At the beginning of a game, the referee distributes words to all players, and then several processes loop until one side wins. A loop of 2, 3, 4 is called one round, and a game may consist of one or more rounds;
2.

Description process: Players take turns to deliver statements, using a word (cannot be their own word or include all their fellow players who used their words before) to describe their received word;
3.

Discussion process: After all players give descriptions of received words, they take turns to express opinions on other players’ identities.
4.

Voting process: Each player chooses a possible “spies” player to vote for him/her. The Player getting the most amounts of votes is eliminated from the game (If several players get the same number of votes, the player whose first vote is got earlier will be eliminated.). The referee will announce which player is eliminated by voting and reveal his/her identity. The eliminated player will be excluded from the rest of the game.

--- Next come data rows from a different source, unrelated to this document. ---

"""Never fall over: a reduced stress matrix, and regressions of what the full one found.

The full matrix (every signal x every background x awkward data, 100 toys per cell) is
``scripts/stress_fits.py``; here a few toys per cell over a representative subset, with the
script's own data generator (masses drawn from the shapes by inverse CDF, spectra as
multinomial draws of the bin fractions).  Checks: no exception other than a
:class:`~peaksift.errors.PeaksiftError` from fit, scan or upper_limits; strong peaks give
valid fits at the true mass (the truth of the toys is the outside reference).
"""

from __future__ import annotations

import importlib.util
import itertools
import math
import sys
import warnings
import zlib
from pathlib import Path

import numpy as np
import pytest
from iminuit import Minuit
from scipy import integrate, special

import peaksift
from peaksift import MassHistogram, shapes
from peaksift.errors import PeaksiftError

_SCRIPT = Path(__file__).resolve().parents[1] / "scripts" / "stress_fits.py"


def _load_script():
    spec = importlib.util.spec_from_file_location("stress_fits", _SCRIPT)
    mod = importlib.util.module_from_spec(spec)
    sys.modules.setdefault("stress_fits", mod)
    spec.loader.exec_module(mod)
    return mod


S = _load_script()

#: (signal, background, case, mode, toys): every case and mode, every signal and most
#: background families, the numerically integrated shapes with a single toy
REDUCED = [
    *[("gaussian", "exponential", c, m, 2) for c, case in S.CASES.items() for m in case.modes],
    ("crystalball", "bernstein2", "n50", "unbinned", 1),
    ("breitwigner", "powerlaw", "bkg_only", "binned", 2),
    ("breitwigner", "powerlaw", "n1e7", "binned", 1),
    ("breitwigner", "powerlaw", "n50", "unbinned", 2),
    ("voigt", "exponential", "strong", "binned", 1),
    ("gaussian", "turnon", "weak", "binned", 1),
    ("gaussian", "bernstein5", "n50", "unbinned", 1),
    ("gaussian", "dijet3", "strong", "binned", 1),
    ("gaussian", "exppoly2", "half_empty", "unbinned", 1),
]


def _toys(sname, blabel, cname, mode, toys, seed=3):
    label = f"{sname}/{blabel}/{cname}/{mode}"
    sig, bkg = shapes.get(sname), S.background_shape(blabel)
    truth = S.BACKGROUNDS[blabel][2]
    case = S.CASES[cname]
    s_yield = S.signal_yield(case, sig, bkg, truth)
    for k in range(toys):
        rng = np.random.default_rng([seed, zlib.crc32(label.encode()), k])
        yield sig, bkg, S.make_data(case, mode, sig, bkg, truth, s_yield, rng)


@pytest.mark.parametrize("cell", REDUCED, ids=lambda c: "/".join(map(str, c[:4])))
def test_fit_never_raises_a_raw_exception(cell):
    """fit returns a FitResult (valid or flagged with reasons) or raises a PeaksiftError."""
    for sig, bkg, data in _toys(*cell):
        with warnings.catch_warnings():
            warnings.simplefilter("ignore")
            try:
                r = peaksift.fit(data, sig, bkg, S.WINDOW, binned=(cell[3] == "binned"))
            except PeaksiftError:
                continue
        assert r.valid == (not r.problems)
        assert math.isfinite(r.nll)


@pytest.mark.parametrize(("sname", "blabel"), [("gaussian", "exponential"),
                                               ("breitwigner", "bernstein2"),
                                               ("gaussian", "powerlaw")])
def test_strong_peaks_fit_valid_at_the_truth(sname, blabel):
    """A 25 sigma peak (Asimov, Cowan et al. 2011 eq. 97) must give a valid fit with the peak
    within 5 errors of the true mass in every toy (3 binned + 2 unbinned): the invalid rate
    bound is 0 here because nothing about such data is doubtful.  (Not so for a Crystal Ball:
    with ~100 events in a tail its power n is free to run to a bound, and the fit says so.)"""
    for mode, toys in (("binned", 3), ("unbinned", 2)):
        for sig, bkg, data in _toys(sname, blabel, "strong", mode, toys, seed=11):
            r = peaksift.fit(data, sig, bkg, S.WINDOW, binned=(mode == "binned"))
            assert r.valid, r.problems
            assert abs(r.peak_mass - S.PEAK) < 5 * r.peak_mass_error


@pytest.mark.parametrize(("sname", "blabel", "cname"), [("gaussian", "exponential", "bkg_only"),
                                                        ("gaussian", "exponential", "strong"),
                                                        ("crystalball", "powerlaw", "strong"),
                                                        ("voigt", "exponential", "bkg_only")])
def test_scan_and_limits_never_raise_a_raw_exception(sname, blabel, cname):
    """scan and upper_limits on the same awkward toys return or raise a PeaksiftError; on a
    strong peak the scan's best mass lies within 3 resolutions of the truth."""
    for sig, bkg, data in _toys(sname, blabel, cname, "binned", 1, seed=5):
        with warnings.catch_warnings():
            warnings.simplefilter("ignore")
            assert S.scan_and_limits(data, sig, bkg) == []
            if cname == "strong":
                truth = S.SIGNALS[sname]
                res = S.resolution_arg(truth["sigma"] / S.PEAK)
                kw = {k: v for k, v in truth.items() if k not in ("mass", "sigma")}
                r = peaksift.scan(data, sig, bkg, np.linspace(115.0, 285.0, 69), resolution=res,
                                  window=S.WINDOW, signal_params=kw or None, refit=False)
                assert abs(r.best_mass - S.PEAK) < 3 * truth["sigma"]


# ---------------------------------------------------------------- speed paths kept honest
def test_power_law_fast_path_against_quadrature():
    """The power law's one-parameter-set path: bin fractions against scipy.integrate.quad of
    x^-k (rel. 1e-9), and d/dk against a Richardson-extrapolated central difference of the
    quadrature fractions (abs. 1e-6 of the largest derivative), for steep, shallow, rising
    and nearly flat (k -> 1) spectra and a wide window where x^-k spans 60 decades."""
    pl = shapes.get("powerlaw")
    for window, k in (((100.0, 1450.0), 4.0), ((60.0, 120.0), 0.5), ((1.0, 1e4), 1.0005),
                      ((100.0, 1450.0), -3.0), ((1.0, 1e4), 15.0)):
        e = np.geomspace(*window, 31)

        def quad_fractions(kk, e=e, window=window):
            def f(x):
                return (x / window[0]) ** -kk
            parts = np.array([integrate.quad(f, a, b, epsabs=0, epsrel=1e-13)[0]
                              for a, b in itertools.pairwise(e)])
            return parts / parts.sum()  # the bins tile the window

        frac, grad = pl.fractions_and_grad(e, [k], window)
        ref = quad_fractions(k)
        np.testing.assert_allclose(frac, ref, rtol=1e-9, atol=1e-14)
        h = 1e-3
        d1 = (quad_fractions(k + h) - quad_fractions(k - h)) / (2 * h)
        d2 = (quad_fractions(k + h / 2) - quad_fractions(k - h / 2)) / h
        richardson = (4 * d2 - d1) / 3
        np.testing.assert_allclose(grad[0], richardson, rtol=0,
                                   atol=1e-6 * np.abs(richardson).max())


def _hand_binned_nll(n, edges, window):
    """Saturated extended binned Poisson NLL (Baker and Cousins 1984, eq. 11) of a truncated
    Gaussian on exp(b1 t), t = window-scaled mass, written out with scipy.special."""
    lo, hi = window
    c, hw = 0.5 * (lo + hi), 0.5 * (hi - lo)
    t = (edges - c) / hw

    def nll(mass, sigma, ns, b1, nb):
        z = (edges - mass) / sigma
        cs = special.ndtr(z)
        fs = np.diff(cs) / (cs[-1] - cs[0])
        eb = np.exp(b1 * (t - 1.0))  # shifted: finite for steep slopes
        fb = np.diff(eb) / (eb[-1] - eb[0])
        mu = np.maximum(ns * fs + nb * fb, 1e-300)
        return float(np.sum(mu - n + special.xlogy(n, n) - special.xlogy(n, mu)))
    return nll


def test_far_weaker_candidates_skipped_without_losing_the_minimum():
    """A 25 sigma peak and a 3 sigma bump: the fit minimises only the strong candidate (the
    weak one trails by far more than the margin; the strong one from its start width only:
    the profile over the width at its minimum has no other minimum, so no other width is
    tried) and still reaches the minimum of an independent iminuit fit of a hand-written
    cost started at the truth (NLL within 1e-4, mass within 0.01 of its error)."""
    rng = np.random.default_rng(8)
    window = (100.0, 300.0)
    x = np.concatenate([100.0 + rng.exponential(60.0, 40_000), rng.normal(170.0, 3.0, 1500),
                        rng.normal(250.0, 3.0, 90)])
    h = MassHistogram(bins=200, range=window).fill(x)
    r = peaksift.fit(h, "gaussian", "exponential", window)
    assert r.valid and r.starts_tried == 1
    cost = _hand_binned_nll(h.weight_sum, np.asarray(h.edges), window)
    ntot = float(h.weight_sum.sum())
    m = Minuit(cost, mass=170.0, sigma=3.0, ns=1500.0, b1=-100.0 / 60.0, nb=ntot - 1500.0)
    m.errordef = Minuit.LIKELIHOOD
    m.limits["sigma"] = (0.1, 50.0)
    m.tol, m.strategy = 1e-5, 2  # converged tightly: the reference minimum
    m.migrad()
    assert m.valid
    assert r.nll == pytest.approx(m.fval, abs=1e-4)
    assert r.values["mass"] == pytest.approx(m.values["mass"], abs=0.01 * r.errors["mass"])


# --------------------------------------------- regressions: raw exceptions the matrix found
_RNG = np.random.default_rng(1)
_X = np.concatenate([100 + _RNG.exponential(60, 3000), _RNG.normal(170, 3, 300)])
_W = (100.0, 300.0)
_H = MassHistogram(bins=100, range=_W).fill(_X)

#: arguments that used to escape as TypeError/ValueError/RuntimeError/ZeroDivisionError (or
#: gave a silently wrong fit) and must be a FitError naming the mistake
BAD_ARGUMENTS = {
    "start not a number": ({"start": {"mass": "abc"}}, "must be a number"),
    "fixed None": ({"fixed": {"mass": None}}, "must be a number"),
    "fixed not a mapping": ({"fixed": [("mass", 170.0)]}, "must be a mapping"),
    "limits not a pair": ({"limits": {"mass": 5}}, "needs a pair"),
    "limits not numbers": ({"limits": {"mass": ("a", "b")}}, "must be a number"),
    "bins zero": ({"data": _X, "binned": True, "bins": 0}, "positive whole number"),
    "bins negative": ({"data": _X, "binned": True, "bins": -5}, "positive whole number"),
    "bins fractional": ({"data": _X, "binned": True, "bins": 10.5}, "positive whole number"),
    "bins text": ({"data": _X, "binned": True, "bins": "abc"}, "positive whole number"),
    "edges unsorted": ({"data": _X, "binned": True, "bins": [300, 100, 200]}, "increasing"),
    "edges 2-d": ({"data": _X, "binned": True, "bins": [[100, 200], [200, 300]]}, "1-d"),
    "edges beyond the window": ({"data": _X, "binned": True, "bins": [0, 50, 1000]},
                                "spanning exactly the window"),
    # what cannot be read as data is refused with the list of what fit accepts
    "masses as text": ({"data": ["a", "b"]}, "cannot read list as data; fit accepts"),
    "masses complex": ({"data": _X.astype(complex)}, "1-d array of masses in GeV"),
    "masses None": ({"data": None}, "cannot read NoneType as data"),
    "no signal shape": ({"signal": []}, "no signal shape"),
    "retries text": ({"retries": "a"}, "retries"),
    "retries negative": ({"retries": -1}, "retries"),
    "fixed sigma zero": ({"fixed": {"sigma": 0.0}}, "domain"),
    "fixed sigma negative": ({"fixed": {"sigma": -1.0}}, "domain"),
    "fixed slope beyond its domain": ({"fixed": {"b1": 1e5}}, "domain"),
    "fixed background yield negative": ({"fixed": {"background_yield": -5.0}}, "negative"),
    "peak fixed far outside": ({"fixed": {"mass": 1e6}}, "no probability in the window"),
    "negative histogram bin": ({"data": "negative-bin"}, "negative sum of weights"),
}


@pytest.mark.parametrize("case", list(BAD_ARGUMENTS), ids=list(BAD_ARGUMENTS))
def test_user_mistakes_are_fit_errors(case):
    kw, match = BAD_ARGUMENTS[case]
    kw = dict(kw)
    data = kw.pop("data", _H)
    if isinstance(data, str):
        data = MassHistogram(bins=100, range=_W).fill(_X)
        data.weight_sum = data.weight_sum.copy()
        data.weight_sum[5] = -20.0
    sig = kw.pop("signal", "gaussian")
    with pytest.raises(peaksift.errors.FitError, match=match):
        peaksift.fit(data, sig, "exponential", _W, **kw)


def test_every_parameter_fixed_evaluates_the_likelihood():
    """With nothing free the fit used to die in iminuit (RuntimeError); it now returns the
    likelihood at the given values: the saturated binned NLL (Baker and Cousins 1984,
    eq. 11) written out here with scipy.special, to 1e-9; unbinned: finite."""
    vals = {"mass": 170.0, "sigma": 3.0, "signal_yield": 300.0, "b1": -100.0 / 60.0,
            "background_yield": 3000.0}
    r = peaksift.fit(_H, "gaussian", "exponential", _W, fixed=vals)
    assert r.valid and r.parameters == tuple(vals) and r.fixed == tuple(vals)
    ref = _hand_binned_nll(_H.weight_sum, np.asarray(_H.edges), _W)(
        vals["mass"], vals["sigma"], vals["signal_yield"], vals["b1"],
        vals["background_yield"])
    assert r.nll == pytest.approx(ref, abs=1e-9 * abs(ref))
    ru = peaksift.fit(_X, "gaussian", "exponential", _W, fixed=vals, binned=False)
    assert math.isfinite(ru.nll) and ru.valid


def test_observed_hessian_steps_stay_inside_the_bounds():
    """A peak at the window's edge with a huge error estimate on its mass: the difference
    step used to leave the window, the Gaussian then had no probability in it and the
    Hessian raised ZeroDivisionError (the fit reported 'covariance not positive definite').
    Now every step stays inside the bounds and the Hessian is finite and symmetric."""
    from peaksift.likelihood import BinnedCost, Model

    m = Model("gaussian", "exponential", _W)
    edges = np.linspace(*_W, 201)
    n = np.random.default_rng(1).poisson(50, 200).astype(float)
    x = np.array([299.5, 0.02, 1.0, -1.0, n.sum()])
    cost = BinnedCost(m, x, np.arange(5), [], edges, n, np.ones(200))
    h = cost.observed_hessian(x, np.array([10.0, 1e-3, 1.0, 1e-3, 1.0]))
    assert np.all(np.isfinite(h)) and np.allclose(h, h.T)


def test_gaussian_tail_in_a_window_above_the_peak():
    """A Z-like peak (91.19 GeV, sigma 1 and 2.5) seen only through its upper tail in a
    110-200 GeV window: Phi(z) rounds to 1 there, so the window's probability used to be
    1 - 1 = 0 (ZeroDivisionError in the fit's fast path, NaN elsewhere).  Bin fractions
    against a log-space reference from scipy.special.log_ndtr (rel. 1e-9, abs. 1e-15 of the
    total: CDF differences carry absolute, not relative, precision), in all three code
    paths; the density (rel. 1e-9)."""
    from scipy.special import log_ndtr

    g = shapes.get("gaussian")
    window = (110.0, 200.0)
    e = np.linspace(*window, 91)
    for mass, sigma in ((91.19, 1.0), (91.19, 2.5)):
        la = log_ndtr(-(e - mass) / sigma)  # log upper-tail probability at each edge
        ref = np.exp(la[:-1] + np.log1p(-np.exp(la[1:] - la[:-1]))
                     - la[0] - np.log1p(-np.exp(la[-1] - la[0])))
        for got in (g.fractions_and_grad(e, [mass, sigma], window)[0],
                    g.bin_fractions(e, [mass, sigma], window),
                    g.bin_fractions(e, [np.array([[mass]]), sigma], window)[0]):
            np.testing.assert_allclose(got, ref, rtol=1e-9, atol=1e-15)
        x = np.array([111.0, 115.0])
        pdf = g.pdf_and_grad(x, [mass, sigma], window)[0]
        lp = (-0.5 * ((x - mass) / sigma) ** 2 - 0.5 * np.log(2 * np.pi) - np.log(sigma)
              - la[0] - np.log1p(-np.exp(la[-1] - la[0])))
        np.testing.assert_allclose(pdf, np.exp(lp), rtol=1e-9)
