"""A weighted spectrum's approximation is said where its numbers are: not on stderr only.

Significances and limits of weighted data use scaled-Poisson effective counts (each bin's
sum of weights times k = sum(w)/sum(w^2) of the bin; Bohm and Zech, NIM A 748 (2014) 1,
"scaled Poisson distribution").  Checked: the overall factor the notes quote against numpy's
sums of the weights written here, the caveat in ScanResult / LimitResult notes, in
results.json warnings, the report and the terminal summary (with the sum of weights, again
against numpy); an unweighted spectrum carries none of it.
"""

from __future__ import annotations

import json
import re
import textwrap
import warnings
from pathlib import Path

import numpy as np
import pytest

import peaksift
from peaksift.cli import main

pa = pytest.importorskip("pyarrow")
pq = pytest.importorskip("pyarrow.parquet")

RNG = np.random.default_rng(24)
MASSES = np.concatenate([100.0 + RNG.exponential(40.0, 4000), RNG.normal(150.0, 2.0, 120)])
MASSES = MASSES[MASSES < 200.0]
WEIGHTS = RNG.uniform(0.2, 1.8, MASSES.size)


def _overall(note: str) -> float:
    return float(re.search(r"overall ([0-9.eE+-]+)\)", note).group(1))


def test_scan_and_limit_notes_say_it_with_the_factor_numpy_gives():
    h = peaksift.MassHistogram.from_masses(MASSES, WEIGHTS, bins=50, range=(100.0, 200.0))
    k = WEIGHTS.sum() / np.square(WEIGHTS).sum()   # numpy, on the weights themselves
    with warnings.catch_warnings():
        warnings.simplefilter("ignore")
        s = peaksift.scan(h, "gaussian", "exponential", np.arange(120.0, 181.0, 1.0),
                          absolute_resolution=2.0, refit=False)
        lim = peaksift.upper_limits(h, "gaussian", "exponential", [150.0, 170.0],
                                    absolute_resolution=2.0, method="asymptotic")
    for notes in (s.notes, lim.notes):
        (note,) = [n for n in notes if n.startswith("weighted spectrum")]
        assert "scaled-Poisson" in note and "approximation" in note
        # printed with 4 significant digits: 5e-4 relative
        assert _overall(note) == pytest.approx(k, rel=5e-4)
    plain = peaksift.MassHistogram.from_masses(MASSES, bins=50, range=(100.0, 200.0))
    s0 = peaksift.scan(plain, "gaussian", "exponential", np.arange(120.0, 181.0, 1.0),
                       absolute_resolution=2.0, refit=False)
    assert not any("weighted" in n for n in s0.notes)


def _muons(m: np.ndarray) -> pa.Array:
    """Two back-to-back massless muons with pT = m/2 at eta = 0: invariant mass exactly m."""
    n = m.size
    st = pa.StructArray.from_arrays(
        [pa.array(np.repeat(m / 2.0, 2)), pa.array(np.zeros(2 * n)),
         pa.array(np.tile([0.0, np.pi], n)), pa.array(np.zeros(2 * n)),
         pa.array(np.tile(np.array([1, -1], np.int8), n))],
        names=["pt", "eta", "phi", "mass", "charge"])
    return pa.ListArray.from_arrays(pa.array(np.arange(0, 2 * n + 1, 2, dtype=np.int32)), st)


def _search(tmp_path: Path, weighted: bool, capsys) -> tuple[dict, str, str]:
    d = tmp_path / ("w" if weighted else "u")
    d.mkdir()
    cols = {"muon": _muons(MASSES)}
    if weighted:
        cols["weight"] = WEIGHTS
    pq.write_table(pa.table(cols), d / "ev.parquet")
    (d / "c.toml").write_text(textwrap.dedent("""\
        [input]
        files = ["ev.parquet"]
        [objects]
        collection = "muon"
        cut = "pt > 1"
        [spectrum]
        window = [100.0, 200.0]
        bins = 50
        [model]
        background = "exponential"
        [model.resolution]
        absolute = 2.0
        [significance]
        toys = 0
        [limits]
        enabled = false
        [output]
        formats = ["png"]
        figures = "none"
        """))
    out = d / "out"
    capsys.readouterr()
    assert main(["search", str(d / "c.toml"), "--out", str(out), "--quiet"]) == 0
    stdout = capsys.readouterr().out
    return (json.loads((out / "results.json").read_text()), stdout,
            (out / "report.md").read_text())


def test_a_weighted_search_flags_it_in_results_report_and_summary(tmp_path, capsys):
    r, stdout, report = _search(tmp_path, True, capsys)
    sig = [w["message"] for w in r["warnings"] if w["topic"] == "significance"
           and w["message"].startswith("weighted spectrum")]
    assert len(sig) == 1 and "significances and limits carry it" in sig[0]
    assert any(n.startswith("weighted spectrum") for n in r["scan"]["notes"])
    assert "WARNING: weighted spectrum" in stdout
    assert "The events are weighted" in report and "weighted spectrum" in report
    # the sum of weights row: numpy's sum over the window (every mass is inside it)
    row = next(x for x in stdout.splitlines() if x.strip().startswith("sum of weights"))
    printed = float(row.split()[3].replace(",", ""))
    assert printed == pytest.approx(WEIGHTS.sum(), rel=5e-4)  # 4 significant digits


def test_an_unweighted_search_says_nothing_of_weights(tmp_path, capsys):
    r, stdout, report = _search(tmp_path, False, capsys)
    assert not any("weighted" in w["message"] for w in r["warnings"])
    assert "sum of weights" not in stdout and "The events are weighted" not in report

Other rules: a) In each player’s utterances at any time it is not allowed to use the word he/she receives. b) In each player’s description of words in each round they must not use words used by other players before.

Appendix B Six Phases

1.
Game initialization
1. (a)
  
  Game initialization phase: Every player agent is prompted the game rules, game skills, the players in the game, its received word, and a request to confirm above information.
2.
Description process
1. (a)
  
  Identity inference phase: Before describing the word, the player agent is prompted to infer its identity in the game based on other players’ utterances and behaviors so as to guess the word which players of the opposite identity received.
2. (b)
  
  Word description phase: The player agent is first prompted to recall the word they received and the game rules. Consequently, it establishes its description strategy (be honest or tell a lie). Finally, we prompt the player agent to give its description in textual JSON format so that the game engine can complete the transformation efficiently, and this description is the only information open to other players in this process.
3. (c)
  
  Description analysis phase: After a player agent makes its word description, the rest player agents will be prompted to analyze it. They are requested to judge whether it is proper to describe their received words and further consider its identity.
3.
Discussion process
1. (a)
  
  Statement and discussion phase: Firstly, a player agent is prompted to recall its identity and other players’ descriptions and statements in this round. Secondly, it needs to choose the players it will be for and against, which will have to be embodied in his following statement. Thirdly, we prompt it to confirm its tendency in textual JSON format. Finally, it makes its statement corresponding to its tendency in this round, and this statement is the only information open to other players in this process.
4.
Voting process
1. (a)
  
  Vote phase: Player agents are prompted the vote rules and have an opportunity to rethink the situation of the current game. Finally, they are requested to make their voting in JSON format, and this is the only information open to other players in this process.